С того места, где он сидел, был виден изящный силуэт гостевого дома с многоцветным садом. Мать Оливера еще не выходила и заперлась вместе с невесткой, дочерью и теми, кого его отец шутливо называл стаей гусей.
Но это к лучшему, и у нее есть время искать утешения у этих женщин еще до похорон.
Он сделал все, чтобы обрисовать ей заупокойную церемонию. Только белые цветы, и казалось, их целые акры. Десятки белых стульев, расставленных рядами по длинному северному газону. Белая трибуна для ораторов. Выбранные ею снимки Оливера в белых рамках. Струнный квартет (Иисусе!), которому велено одеться в белое. Всех скорбящих просили одеться в черное.
Только волынщику было позволено одеться в цветное.
Он считал, и, к счастью, отец согласился, что матери необходимо дать все, что она хочет, если уж приходится планировать похороны своего ребенка.
Хотя он надеялся на небольшую церемонию, собралось больше трехсот гостей. Большинство членов семьи и несколько друзей прибыли еще вчера и теперь разошлись по всему дому с десятью спальнями, гостевому дому, дому у бассейна и саду.
Им нужно было поговорить, задать вопросы, на которые у него не было ответов, есть, спать, смеяться, плакать. Они всасывали каждую каплю воздуха.
Претерпев более тридцати шести часов всего этого, Аш только и мечтал что о своей мастерской, своем доме. И все же улыбнулся, когда его единокровная сестра Гизела, черноволосая красавица, вошла под тенистые плети. Села рядом и склонила голову ему на плечо.
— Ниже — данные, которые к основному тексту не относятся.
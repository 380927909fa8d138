'use client';

import { Button } from '@/components/ui/button';

export default function AppError({ reset }: { error: Error; reset: () => void }) {
  return (
    <main className="mx-auto grid max-w-xl grid-cols-[minmax(0,1fr)] gap-4 p-6">
      <h1 className="text-2xl font-bold">This screen hit a problem</h1>
      <p>Nothing you entered before this message was lost: stored readings stay stored. Try again, or reload the page.</p>
      <Button onClick={reset}>Try again</Button>
    </main>
  );
}
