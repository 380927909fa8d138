/** @type {import('next').NextConfig} */
const nextConfig = {
  reactStrictMode: true,
  poweredByHeader: false,
  typedRoutes: false,
  // pdfkit reads its font metrics from its own folder at run time: it must stay a plain Node package, not bundled.
  serverExternalPackages: ['pg', 'bcryptjs', 'pdfkit'],
  // Pages get their Content-Security-Policy per request, with a nonce (proxy.ts). Headers set here come first: a route
  // handler's header of the same name is dropped, so the API's policy below is the one its responses carry.
  async headers() {
    return [
      {
        source: '/:path*',
        headers: [
          { key: 'X-Content-Type-Options', value: 'nosniff' },
          { key: 'X-Frame-Options', value: 'DENY' },
          { key: 'Referrer-Policy', value: 'same-origin' },
          // Production only: a development host reached over https (a tunnel) would be held to https for two years.
          ...(process.env.NODE_ENV === 'production' ? [{ key: 'Strict-Transport-Security', value: 'max-age=63072000; includeSubDomains' }] : []),
        ],
      },
      {
        // JSON, exports, certificates and photos: nothing in them may load or run anything, opened directly or not.
        source: '/api/:path*',
        headers: [{ key: 'Content-Security-Policy', value: "default-src 'none'; frame-ancestors 'none'; sandbox" }],
      },
      // The report PDF opens in the browser's viewer, which Chromium leaves blank under default-src 'none' or sandbox.
      ...['/api/sessions/:id/report', '/api/reports/:token'].map((source) => ({
        source,
        headers: [{ key: 'Content-Security-Policy', value: "frame-ancestors 'none'" }],
      })),
    ];
  },
};

export default nextConfig;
– Я решила прогуляться, прежде чем сброшу Катрину с балкона Джульетты в бассейн. Но не уверена, что доброшу, так что прогулка показалась лучшей идеей. И нашла тебя.
– Гораздо лучшей. Что она сделала?
– Рыдала, рыдала, рыдала, рыдала. Она и Оливер почти не разговаривали, а когда открывали рты, то лишь для того, чтобы оскорбить друг друга.
– Может, поэтому она и плачет. Некого теперь оскорблять.